"...Isso me reporta ao comentário cínico de
Napoleão depois da batalha de Eylau ao ver milhares de soldados mortos sobre a
neve:” Uma noite de Paris compensará tudo isso”. Eles continuam recitando o
credo: um pouco mais do mesmo, de economia
e já sairemos da crise. É possível o pacto entre o cordeiro(ecologia) e
o lobo(economia)? Tudo indica que é impossível....)

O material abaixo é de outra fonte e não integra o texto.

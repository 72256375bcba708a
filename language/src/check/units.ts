// The dimension checker: every place where a declared unit meets an inferred one.
//
// Expressions are inferred by `Inference` (units-expr.ts); this file walks the members of each
// block and states what each place expects: a state equation `x' = e` wants unit(x)/s, an
// arrow wants the unit of the input it feeds, a pid gain wants out/in, and so on. A unit error
// never stops the rest: each member is checked on its own, an unknown dimension is silent, and
// an unexpected failure inside one member becomes one diagnostic on that member.
//
// Conventions (documented for users in docs/language.md):
// - A bare 0 fits every unit (`start x = 0`, `limit u within 0 .. 5 [V]`).
// - A bare nonzero number where a dimensioned value is expected is a warning (LW308) with a fix
//   that writes the unit; so is a bare number for a quantity declared in a non-SI unit (deg,
//   degC, mm...), since bare numbers are read in SI.
// - In a `linear` block, entries are numbers in SI of the declared units; a dimensionless entry
//   is accepted as such, a dimensioned one must have the dimension of its ratio.

import type { DiagnosticSink, QuickFix } from '../diagnostics';
import type {
  Entry,
  Expr,
  FileAst,
  InputDecl,
  LinearBlock,
  LoopBlock,
  OutputDecl,
  PidLaw,
  QuantityExpr,
  StateDecl,
  SystemBlock,
  Ident,
  ParamDecl,
} from '../syntax/ast';
import { pathText } from '../syntax/ast';
import type { LoopSymbol, MemberSymbol, SymbolTable, SystemSymbol } from './symbols';
import { PER_TIME, TIME, type Dim, dimDiv, dimEq, dimMul, isDimless } from '../units/dimension';
import type { ParsedUnit } from '../units/registry';
import { describe, hintUnit, mulFactors, type Factors } from '../units/format';
import { DIMLESS_WANT, Inference, TIME_WANT, type Q, type Want } from './units-expr';

export interface UnitsResult {
  /** Inferred dimension of every expression node whose dimension is known. */
  dims: Map<Expr, Dim>;
  /** Declaration (StateDecl / InputDecl / OutputDecl) -> its parsed unit. */
  declared: Map<object, ParsedUnit>;
  /**
   * Param, let and signal declarations -> the inferred unit, for inlay hints: in the user's own
   * units where they combine into one (`kg*m^2`, `kN*mm`), else SI base units. `unit` converts
   * the SI value for display.
   */
  inferred: Map<object, { dim: Dim; text: string; unit: ParsedUnit }>;
  /** SI value and unit of each quantity literal. */
  quantities: Map<QuantityExpr, { si: number; unit: ParsedUnit }>;
}

const S: Factors = [{ name: 's', power: 1 }];

export function checkUnits(ast: FileAst, symbols: SymbolTable, sink: DiagnosticSink): UnitsResult {
  const inf = new Inference(symbols, sink);
  const result: UnitsResult = { dims: inf.dims, declared: new Map(), inferred: new Map(), quantities: inf.quantities };
  const c = new Checker(inf, symbols, result);
  for (const block of ast.blocks) {
    guard(inf, block.name.span, () => {
      if (block.kind === 'loop') c.loop(block);
      else c.system(block);
    });
  }
  return result;
}
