// The callable functions of the language, by where they may be used. The model compiler's
// whitelist and the unit rules key off this one table.

export type FunctionPlace = 'anywhere' | 'loop' | 'expect';

export interface FunctionInfo {
  name: string;
  /** Minimum and maximum argument counts (max Infinity for variadic). */
  min: number;
  max: number;
  place: FunctionPlace;
  summary: string;
}

const fns: FunctionInfo[] = [
  ...['sin', 'cos', 'tan', 'asin', 'acos', 'atan', 'sinh', 'cosh', 'tanh', 'exp', 'log', 'log10', 'sqrt', 'abs', 'sign'].map(
    (name): FunctionInfo => ({ name, min: 1, max: 1, place: 'anywhere', summary: `${name}(x)` }),
  ),
  { name: 'atan2', min: 2, max: 2, place: 'anywhere', summary: 'atan2(y, x): angle of the point (x, y)' },
  { name: 'min', min: 2, max: Infinity, place: 'anywhere', summary: 'min(a, b, ...): the smallest argument' },
  { name: 'max', min: 2, max: Infinity, place: 'anywhere', summary: 'max(a, b, ...): the largest argument' },
  { name: 'clamp', min: 3, max: 3, place: 'anywhere', summary: 'clamp(x, lo, hi): x limited to lo .. hi' },
  { name: 'lookup', min: 3, max: 3, place: 'anywhere', summary: 'lookup(x, [x0, x1, ...], [y0, y1, ...]): piecewise-linear table, clamped at the ends' },
  { name: 'step', min: 2, max: 2, place: 'loop', summary: 'step(at, size): 0 before `at`, `size` after' },
  { name: 'ramp', min: 2, max: 2, place: 'loop', summary: 'ramp(at, slope): 0 before `at`, then slope·(t − at)' },
  { name: 'pulse', min: 3, max: 3, place: 'loop', summary: 'pulse(at, width, size): `size` from `at` for `width`, else 0' },
  { name: 'sine', min: 2, max: 2, place: 'loop', summary: 'sine(amplitude, frequency): amplitude·sin(ω t), frequency in Hz or rad/s' },
  { name: 'settling', min: 2, max: 2, place: 'expect', summary: 'settling(sig, band): last time outside the band around the final value' },
  { name: 'overshoot', min: 1, max: 1, place: 'expect', summary: 'overshoot(sig): largest excursion beyond final, relative to the change' },
  { name: 'rise', min: 1, max: 1, place: 'expect', summary: 'rise(sig): 10–90 % rise time' },
  { name: 'peak', min: 1, max: 1, place: 'expect', summary: 'peak(sig): largest |sig|' },
  { name: 'final', min: 1, max: 1, place: 'expect', summary: 'final(sig): value at the end of the run' },
  { name: 'iae', min: 1, max: 1, place: 'expect', summary: 'iae(expr): integral of |expr| over the run' },
  { name: 'saturated', min: 1, max: 1, place: 'expect', summary: 'saturated(SYSTEM.NAME): fraction of the run at a limit' },
];

export const FUNCTIONS: ReadonlyMap<string, FunctionInfo> = new Map(fns.map((f) => [f.name, f]));

/** Option words that may stand as values (`method = stiff`, `by tustin`). */
export const METHOD_WORDS = ['adaptive', 'extrapolation', 'stiff'] as const;
export const SAMPLE_WORDS = ['tustin', 'hold', 'forward'] as const;
export const SIMULATE_OPTIONS = ['tolerance', 'abstol', 'method', 'points', 'budget'] as const;
export const PID_ENTRIES = ['kp', 'ki', 'kd', 'rolloff', 'antiwindup'] as const;
export const LINEAR_ENTRIES = ['A', 'B', 'C', 'D'] as const;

O impossível pacto entre o lobo e o
cordeiro
Leonardo Boff
Teólogo/Filósofo
Post Festum, podemos dizer: o documento final da Rio+20 apresenta
um cardápio generoso de sugestões e de propostas, sem nenhuma obrigatoriedade,
com uma dose de boa vontade comovedora mas com uma ingenuidade analítica
espantosa, diria até, lastimável. Não é uma bússula que aponta para o “futuro
que queremos” mas para a direção de um abismo. Tal resultado pífio se tributa à
crença quase religiosa de que a solução da atual crise sistêmica se encontra no
veneno que a produziu: na economia. Não se trata da economia num sentido
transcendental, como aquela instância, pouco importam os modos, que garante as
bases materiais da vida. Mas da economia categorial, aquela realmente existente
que, já há muito tempo, deu um golpe a todas as demais instâncias (à política,
à cultura e à ética) e se instalou, soberana, como o único motor que faz andar
a sociedade. É a “Grande Transformação” denunciada ainda em 1944 pelo grande economista húngaro-norteamericano Karl Polanyi.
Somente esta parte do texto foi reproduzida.